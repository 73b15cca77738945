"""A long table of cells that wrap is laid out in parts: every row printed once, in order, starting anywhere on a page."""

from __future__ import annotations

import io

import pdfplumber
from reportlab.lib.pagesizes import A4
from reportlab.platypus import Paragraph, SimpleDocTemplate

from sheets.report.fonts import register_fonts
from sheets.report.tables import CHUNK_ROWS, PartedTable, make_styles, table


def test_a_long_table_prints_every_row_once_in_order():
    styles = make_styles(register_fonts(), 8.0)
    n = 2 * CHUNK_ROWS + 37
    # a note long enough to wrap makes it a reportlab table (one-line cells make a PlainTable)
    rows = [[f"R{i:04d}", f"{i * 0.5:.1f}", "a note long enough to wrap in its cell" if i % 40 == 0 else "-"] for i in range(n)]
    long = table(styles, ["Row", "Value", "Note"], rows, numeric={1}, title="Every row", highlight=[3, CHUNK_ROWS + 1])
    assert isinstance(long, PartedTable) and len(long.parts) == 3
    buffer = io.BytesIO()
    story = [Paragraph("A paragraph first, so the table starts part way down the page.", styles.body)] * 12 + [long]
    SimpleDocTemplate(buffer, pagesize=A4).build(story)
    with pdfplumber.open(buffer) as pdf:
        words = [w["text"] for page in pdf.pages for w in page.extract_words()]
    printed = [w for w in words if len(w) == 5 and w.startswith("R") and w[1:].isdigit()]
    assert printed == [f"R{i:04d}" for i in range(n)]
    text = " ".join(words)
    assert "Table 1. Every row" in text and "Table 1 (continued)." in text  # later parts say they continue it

== == ==

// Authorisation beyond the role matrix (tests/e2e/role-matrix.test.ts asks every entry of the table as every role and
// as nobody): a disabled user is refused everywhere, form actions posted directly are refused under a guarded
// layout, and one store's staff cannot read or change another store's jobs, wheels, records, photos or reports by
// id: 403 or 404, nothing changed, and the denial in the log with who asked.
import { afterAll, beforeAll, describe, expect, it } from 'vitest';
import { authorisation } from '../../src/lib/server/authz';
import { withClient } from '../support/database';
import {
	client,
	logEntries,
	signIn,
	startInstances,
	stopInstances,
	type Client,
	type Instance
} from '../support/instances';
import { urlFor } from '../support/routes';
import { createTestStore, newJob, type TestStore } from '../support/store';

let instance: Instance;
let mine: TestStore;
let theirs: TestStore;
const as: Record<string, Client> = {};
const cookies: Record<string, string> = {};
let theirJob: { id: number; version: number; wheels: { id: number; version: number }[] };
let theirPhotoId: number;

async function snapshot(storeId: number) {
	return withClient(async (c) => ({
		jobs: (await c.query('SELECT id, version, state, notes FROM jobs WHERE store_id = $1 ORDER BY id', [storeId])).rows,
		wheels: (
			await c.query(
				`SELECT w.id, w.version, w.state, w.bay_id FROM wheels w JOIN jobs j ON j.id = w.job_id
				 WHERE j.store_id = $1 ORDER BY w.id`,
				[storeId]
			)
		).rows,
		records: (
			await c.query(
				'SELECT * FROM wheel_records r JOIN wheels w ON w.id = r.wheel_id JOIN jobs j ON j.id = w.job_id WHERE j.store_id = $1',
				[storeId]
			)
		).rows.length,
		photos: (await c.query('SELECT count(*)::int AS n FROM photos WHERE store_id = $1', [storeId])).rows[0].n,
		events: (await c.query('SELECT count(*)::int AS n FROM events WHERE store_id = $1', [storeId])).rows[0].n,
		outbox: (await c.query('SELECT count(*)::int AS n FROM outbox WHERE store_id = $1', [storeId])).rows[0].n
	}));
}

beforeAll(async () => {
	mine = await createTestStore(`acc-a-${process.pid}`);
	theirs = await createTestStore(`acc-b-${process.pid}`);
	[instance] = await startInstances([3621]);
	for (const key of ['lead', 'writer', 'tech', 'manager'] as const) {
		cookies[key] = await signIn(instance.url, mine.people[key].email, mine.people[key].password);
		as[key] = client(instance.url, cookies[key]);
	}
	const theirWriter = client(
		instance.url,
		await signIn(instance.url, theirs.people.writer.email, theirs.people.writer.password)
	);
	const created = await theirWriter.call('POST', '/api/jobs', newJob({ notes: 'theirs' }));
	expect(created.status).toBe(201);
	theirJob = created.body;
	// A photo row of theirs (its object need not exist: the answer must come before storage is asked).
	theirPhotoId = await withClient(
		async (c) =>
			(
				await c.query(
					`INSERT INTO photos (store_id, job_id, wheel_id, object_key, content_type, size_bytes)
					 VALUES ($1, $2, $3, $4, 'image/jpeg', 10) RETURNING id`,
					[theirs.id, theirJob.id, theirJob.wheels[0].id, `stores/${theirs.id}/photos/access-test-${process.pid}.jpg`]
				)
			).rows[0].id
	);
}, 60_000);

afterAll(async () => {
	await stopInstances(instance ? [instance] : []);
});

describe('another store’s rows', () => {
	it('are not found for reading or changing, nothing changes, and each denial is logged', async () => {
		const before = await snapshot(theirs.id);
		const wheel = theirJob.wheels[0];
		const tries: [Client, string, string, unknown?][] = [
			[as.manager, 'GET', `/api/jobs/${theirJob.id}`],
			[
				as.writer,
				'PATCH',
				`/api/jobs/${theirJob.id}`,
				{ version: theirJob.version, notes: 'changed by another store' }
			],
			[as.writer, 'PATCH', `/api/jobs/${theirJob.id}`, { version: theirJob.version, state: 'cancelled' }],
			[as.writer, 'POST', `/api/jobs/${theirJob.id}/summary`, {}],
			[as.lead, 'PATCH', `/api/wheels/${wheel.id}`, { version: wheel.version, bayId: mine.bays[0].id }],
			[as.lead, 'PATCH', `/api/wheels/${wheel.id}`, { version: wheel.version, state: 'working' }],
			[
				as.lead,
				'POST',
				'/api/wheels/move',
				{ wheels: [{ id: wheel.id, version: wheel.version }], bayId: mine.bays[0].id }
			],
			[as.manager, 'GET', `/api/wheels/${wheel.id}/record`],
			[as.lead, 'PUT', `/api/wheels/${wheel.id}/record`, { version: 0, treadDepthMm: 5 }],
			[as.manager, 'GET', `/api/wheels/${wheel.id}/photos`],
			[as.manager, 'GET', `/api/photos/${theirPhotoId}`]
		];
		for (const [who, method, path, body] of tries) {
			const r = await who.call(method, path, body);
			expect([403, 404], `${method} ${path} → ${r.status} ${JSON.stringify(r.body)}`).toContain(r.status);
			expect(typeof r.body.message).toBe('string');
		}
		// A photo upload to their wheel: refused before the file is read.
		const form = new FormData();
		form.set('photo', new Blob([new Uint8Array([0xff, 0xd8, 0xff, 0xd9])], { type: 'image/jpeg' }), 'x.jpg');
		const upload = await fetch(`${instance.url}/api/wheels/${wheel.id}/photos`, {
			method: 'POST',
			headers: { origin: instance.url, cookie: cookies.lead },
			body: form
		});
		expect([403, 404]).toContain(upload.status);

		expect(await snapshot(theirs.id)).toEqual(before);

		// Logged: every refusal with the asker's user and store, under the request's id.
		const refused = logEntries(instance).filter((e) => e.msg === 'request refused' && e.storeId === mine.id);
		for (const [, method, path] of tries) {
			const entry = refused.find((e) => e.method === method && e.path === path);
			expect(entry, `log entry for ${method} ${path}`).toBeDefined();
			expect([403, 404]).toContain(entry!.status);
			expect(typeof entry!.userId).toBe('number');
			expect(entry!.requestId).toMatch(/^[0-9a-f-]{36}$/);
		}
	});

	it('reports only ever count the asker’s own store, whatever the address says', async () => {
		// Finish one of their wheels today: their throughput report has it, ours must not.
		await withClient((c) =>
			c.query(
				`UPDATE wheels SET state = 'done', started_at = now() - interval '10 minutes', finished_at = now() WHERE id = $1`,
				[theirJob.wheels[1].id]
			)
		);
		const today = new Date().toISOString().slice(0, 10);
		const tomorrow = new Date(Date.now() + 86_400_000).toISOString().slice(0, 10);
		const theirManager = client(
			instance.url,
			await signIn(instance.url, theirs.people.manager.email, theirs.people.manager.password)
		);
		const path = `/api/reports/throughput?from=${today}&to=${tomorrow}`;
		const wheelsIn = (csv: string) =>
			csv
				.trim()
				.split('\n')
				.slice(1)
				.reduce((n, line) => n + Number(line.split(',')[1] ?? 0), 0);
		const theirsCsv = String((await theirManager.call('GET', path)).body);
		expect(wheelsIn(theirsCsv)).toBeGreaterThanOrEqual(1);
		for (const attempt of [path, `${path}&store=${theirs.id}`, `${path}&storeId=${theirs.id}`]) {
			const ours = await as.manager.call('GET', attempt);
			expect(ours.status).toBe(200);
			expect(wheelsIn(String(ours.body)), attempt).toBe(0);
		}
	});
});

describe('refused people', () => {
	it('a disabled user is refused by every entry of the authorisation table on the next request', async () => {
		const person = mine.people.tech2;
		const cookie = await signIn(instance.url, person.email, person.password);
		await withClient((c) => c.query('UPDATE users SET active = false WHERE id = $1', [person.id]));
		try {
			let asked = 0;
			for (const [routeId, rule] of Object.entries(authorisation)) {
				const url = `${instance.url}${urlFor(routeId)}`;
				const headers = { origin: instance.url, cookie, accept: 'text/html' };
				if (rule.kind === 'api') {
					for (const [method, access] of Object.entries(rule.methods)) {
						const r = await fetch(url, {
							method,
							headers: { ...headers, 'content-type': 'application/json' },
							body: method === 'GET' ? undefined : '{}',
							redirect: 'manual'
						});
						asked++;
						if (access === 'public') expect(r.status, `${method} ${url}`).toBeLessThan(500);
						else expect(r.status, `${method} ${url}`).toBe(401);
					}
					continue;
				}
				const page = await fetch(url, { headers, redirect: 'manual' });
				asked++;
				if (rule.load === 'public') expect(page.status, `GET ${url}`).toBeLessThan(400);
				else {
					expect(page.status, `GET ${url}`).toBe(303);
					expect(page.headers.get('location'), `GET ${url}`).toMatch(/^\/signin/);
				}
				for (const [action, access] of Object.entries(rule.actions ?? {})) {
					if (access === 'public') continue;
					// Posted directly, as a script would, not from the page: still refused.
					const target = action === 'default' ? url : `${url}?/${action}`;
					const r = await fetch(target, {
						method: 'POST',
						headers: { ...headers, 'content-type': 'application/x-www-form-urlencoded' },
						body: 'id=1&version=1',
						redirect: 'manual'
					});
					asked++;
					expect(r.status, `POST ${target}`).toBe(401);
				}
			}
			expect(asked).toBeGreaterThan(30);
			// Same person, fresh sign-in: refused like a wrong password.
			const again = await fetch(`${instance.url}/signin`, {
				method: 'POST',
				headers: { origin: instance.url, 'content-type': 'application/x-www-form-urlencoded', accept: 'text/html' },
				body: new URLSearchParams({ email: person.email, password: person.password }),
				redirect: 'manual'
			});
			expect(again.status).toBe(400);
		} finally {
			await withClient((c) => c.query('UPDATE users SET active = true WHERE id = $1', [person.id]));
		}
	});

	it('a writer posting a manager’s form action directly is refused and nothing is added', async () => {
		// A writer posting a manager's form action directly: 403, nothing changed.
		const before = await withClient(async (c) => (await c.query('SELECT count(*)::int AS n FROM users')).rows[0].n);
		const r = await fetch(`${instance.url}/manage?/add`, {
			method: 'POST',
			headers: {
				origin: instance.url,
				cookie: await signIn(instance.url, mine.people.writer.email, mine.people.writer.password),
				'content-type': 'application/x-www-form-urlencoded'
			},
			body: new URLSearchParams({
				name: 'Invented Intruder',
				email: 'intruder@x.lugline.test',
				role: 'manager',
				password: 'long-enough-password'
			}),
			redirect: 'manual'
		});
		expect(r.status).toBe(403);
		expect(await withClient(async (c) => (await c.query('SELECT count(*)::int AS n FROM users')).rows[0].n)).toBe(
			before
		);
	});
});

== == ==

Requirement
Copy out, exactly and alone, the lines of the entries above between the ones holding "the request's id." and "describe('refused people', ()", inclusive.

Problem solution
		// Logged: every refusal with the asker's user and store, under the request's id.
		const refused = logEntries(instance).filter((e) => e.msg === 'request refused' && e.storeId === mine.id);
		for (const [, method, path] of tries) {
			const entry = refused.find((e) => e.method === method && e.path === path);
			expect(entry, `log entry for ${method} ${path}`).toBeDefined();
			expect([403, 404]).toContain(entry!.status);
			expect(typeof entry!.userId).toBe('number');
			expect(entry!.requestId).toMatch(/^[0-9a-f-]{36}$/);
		}
	});

	it('reports only ever count the asker’s own store, whatever the address says', async () => {
		// Finish one of their wheels today: their throughput report has it, ours must not.
		await withClient((c) =>
			c.query(
				`UPDATE wheels SET state = 'done', started_at = now() - interval '10 minutes', finished_at = now() WHERE id = $1`,
				[theirJob.wheels[1].id]
			)
		);
		const today = new Date().toISOString().slice(0, 10);
		const tomorrow = new Date(Date.now() + 86_400_000).toISOString().slice(0, 10);
		const theirManager = client(
			instance.url,
			await signIn(instance.url, theirs.people.manager.email, theirs.people.manager.password)
		);
		const path = `/api/reports/throughput?from=${today}&to=${tomorrow}`;
		const wheelsIn = (csv: string) =>
			csv
				.trim()
				.split('\n')
				.slice(1)
				.reduce((n, line) => n + Number(line.split(',')[1] ?? 0), 0);
		const theirsCsv = String((await theirManager.call('GET', path)).body);
		expect(wheelsIn(theirsCsv)).toBeGreaterThanOrEqual(1);
		for (const attempt of [path, `${path}&store=${theirs.id}`, `${path}&storeId=${theirs.id}`]) {
			const ours = await as.manager.call('GET', attempt);
			expect(ours.status).toBe(200);
			expect(wheelsIn(String(ours.body)), attempt).toBe(0);
		}
	});
});

describe('refused people', () => {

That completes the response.